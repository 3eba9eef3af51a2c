"""A FICTIONAL elevation grid for the fictional demo plate: a plateau and a passive margin.

Invented for demonstrations of the GPE load group (body forces from topography). It describes no
real place and must not be used for any real-world decision. The shapes are chosen so the GPE
effect is easy to see:

* the continental shield stands at 400 m;
* a 3,000 m plateau (about 1,000 km across, edges 150 km wide) sits on the shield, centred at
  26 W, 13 S;
* a passive margin follows the shield's border with the oceanic basin: the surface drops from
  200 m to -4,000 m over 250 km on the ocean side;
* the basin deepens from the margin toward nothing in particular: its columns matter only with
  ``ridge_push.mode`` 'gpe', where they come from ages, not from this grid.

Write the grid (CF netCDF) and a copy of the demo plate document with a ``gpe`` table that names
it (the elevation grid path is relative to the document)::

    .venv/bin/python -m stressmap.data.demo_elevation OUTDIR

``--pictures`` also builds that model and draws SHmax and regime without and with the GPE group
(``shmax_without_gpe.png``, ``shmax_with_gpe.png``: the pictures in the README).
"""

from __future__ import annotations

import argparse
import json
import sys
from importlib import resources
from pathlib import Path

import numpy as np
import shapely
import xarray as xr

from stressmap.constants import CAUTION
from stressmap.geo.raster import Raster
from stressmap.model import build_model, plate_outline, predict_grid
from stressmap.plot.maps import shmax_map

__all__ = ["demo_elevation", "demo_gpe_document", "write_demo_gpe", "write_gpe_pictures",
           "PLATEAU", "MARGIN"]

#: Plateau: centre lon, lat (degrees), radius (km), edge width (km), height (m) over the shield.
PLATEAU = (-26.0, -13.0, 500.0, 150.0, 2600.0)
#: Passive margin: shield level (m), deep-ocean level (m), width of the drop (km).
MARGIN = (200.0, -4000.0, 250.0)
_SHIELD_M = 400.0
_KM_PER_DEG = 111.195


def _demo_document() -> dict:
    text = resources.files("stressmap.data").joinpath("demo_plate.json").read_text("utf-8")
    return json.loads(text)


def demo_elevation(spacing_deg: float = 0.1) -> Raster:
    """The fictional elevation grid (m) over the demo plate, on a regular lon/lat grid.

    Examples
    --------
    >>> r = demo_elevation(0.5)
    >>> r.units, r.values.shape, float(r.values.max()) > 2900, float(r.values.min()) < -3900
    ('m', (81, 109), True, True)
    """
    lon = np.round(np.arange(-40.0, 14.0 + 1e-9, spacing_deg), 9)
    lat = np.round(np.arange(-40.0, 0.0 + 1e-9, spacing_deg), 9)
    glon, glat = np.meshgrid(lon, lat)
    doc = _demo_document()
    basin = next(f for f in doc["provinces"]["features"]
                 if f["properties"]["lithosphere"] == "oceanic")
    shield = next(f for f in doc["provinces"]["features"]
                  if f["properties"]["lithosphere"] == "continental")
    basin_poly = shapely.Polygon(basin["geometry"]["coordinates"][0])
    margin_line = shapely.intersection(basin_poly.boundary,
                                       shapely.Polygon(shield["geometry"]["coordinates"][0]).boundary)
    # distances in km in a local equirectangular frame (fine for a fictional shape)
    scale = np.cos(np.radians(-20.0))
    pts = shapely.points(glon.ravel() * scale, glat.ravel())
    margin_scaled = shapely.affinity.scale(margin_line, xfact=scale, yfact=1.0, origin=(0, 0))
    d_km = shapely.distance(pts, margin_scaled).reshape(glon.shape) * _KM_PER_DEG
    in_basin = shapely.contains_xy(basin_poly, glon, glat)
    top, deep, width = MARGIN
    ramp = np.clip(d_km / width, 0.0, 1.0)
    ocean = top + (deep - top) * (3 * ramp**2 - 2 * ramp**3)  # smooth step
    land = np.full(glon.shape, _SHIELD_M)
    c_lon, c_lat, radius, edge, height = PLATEAU
    r_km = _KM_PER_DEG * np.hypot((glon - c_lon) * np.cos(np.radians(c_lat)), glat - c_lat)
    land = land + height * 0.5 * (1.0 - np.tanh((r_km - radius) / (0.5 * edge)))
    land = np.minimum(land, top + (land - top) * np.clip(d_km / width + 0.5, 0.0, 1.0))
    values = np.where(in_basin, ocean, land)
    return Raster(lon, lat, values, "elevation", "m")


def demo_gpe_document(elevation_ref: str = "demo_elevation.nc") -> dict:
    """The demo plate document with a ``gpe`` table naming the elevation grid."""
    doc = _demo_document()
    doc["name"] = "Meridia with topography (fictional demo plate)"
    doc["gpe"] = {"elevation_grid": elevation_ref, "elevation_variable": "elevation"}
    return doc


def write_demo_gpe(out_dir) -> tuple[Path, Path]:
    """Write ``demo_elevation.nc`` (CF netCDF) and ``demo_plate_gpe.json`` into ``out_dir``."""
    out = Path(out_dir)
    out.mkdir(parents=True, exist_ok=True)
    r = demo_elevation()
    ds = xr.Dataset(
        {"elevation": (("lat", "lon"), r.values.astype("float32"),
                       {"standard_name": "height_above_mean_sea_level", "units": "m",
                        "long_name": "FICTIONAL elevation of the demo plate"})},
        coords={"lat": ("lat", r.lat, {"standard_name": "latitude", "units": "degrees_north"}),
                "lon": ("lon", r.lon, {"standard_name": "longitude", "units": "degrees_east"})},
        attrs={"Conventions": "CF-1.8", "title": "FICTIONAL demo elevation (plateau and passive "
               "margin)", "comment": "Invented for demonstrations; describes no real place. "
               + CAUTION})
    grid_path = out / "demo_elevation.nc"
    ds.to_netcdf(grid_path)
    doc_path = out / "demo_plate_gpe.json"
    doc_path.write_text(json.dumps(demo_gpe_document(grid_path.name), indent=1), encoding="utf-8")
    return grid_path, doc_path


def write_gpe_pictures(out_dir, spacing_km: float = 150.0) -> list[Path]:
    """Build the demo with topography and draw SHmax and regime without and with the GPE group."""
    out = Path(out_dir)
    doc = demo_gpe_document("elevation")
    model = build_model(doc, grids={"elevation": demo_elevation()})
    paths = []
    for name, weight, label in (("shmax_without_gpe.png", 0.0, "without"),
                                ("shmax_with_gpe.png", 1.0, "with")):
        ds = predict_grid(model, bbox=(-38.0, -38.0, 11.0, -2.0), spacing_km=spacing_km,
                          weights={"gpe": weight})
        glon, glat = np.meshgrid(ds["lon"].values, ds["lat"].values)
        png = shmax_map(glon.ravel(), glat.ravel(),
                        ds["shmax_azimuth_deg"].transpose("lat", "lon").values.ravel(),
                        ds["regime_index"].transpose("lat", "lon").values.ravel(),
                        plate_outline(model),
                        title=f"SHmax and regime {label} the GPE group (FICTIONAL demo plate)",
                        caption=f"{model.summary['name']} - weights gpe={weight:g}, others 1")
        (out / name).write_bytes(png)
        paths.append(out / name)
    return paths


def main(argv=None) -> int:
    parser = argparse.ArgumentParser(description=__doc__.splitlines()[0])
    parser.add_argument("out_dir", help="folder to write demo_elevation.nc and demo_plate_gpe.json")
    parser.add_argument("--pictures", action="store_true",
                        help="also draw SHmax and regime without and with the GPE group (PNG)")
    args = parser.parse_args(argv)
    paths = list(write_demo_gpe(args.out_dir))
    if args.pictures:
        paths += write_gpe_pictures(args.out_dir)
    for path in paths:
        print(f"wrote {path}")
    return 0


if __name__ == "__main__":
    sys.exit(main())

**Exercise goal**
Every line with "paths" in it should be copied from the entries.

**Task answer**
    paths = []
        paths.append(out / name)
    return paths
    paths = list(write_demo_gpe(args.out_dir))
        paths += write_gpe_pictures(args.out_dir)
    for path in paths:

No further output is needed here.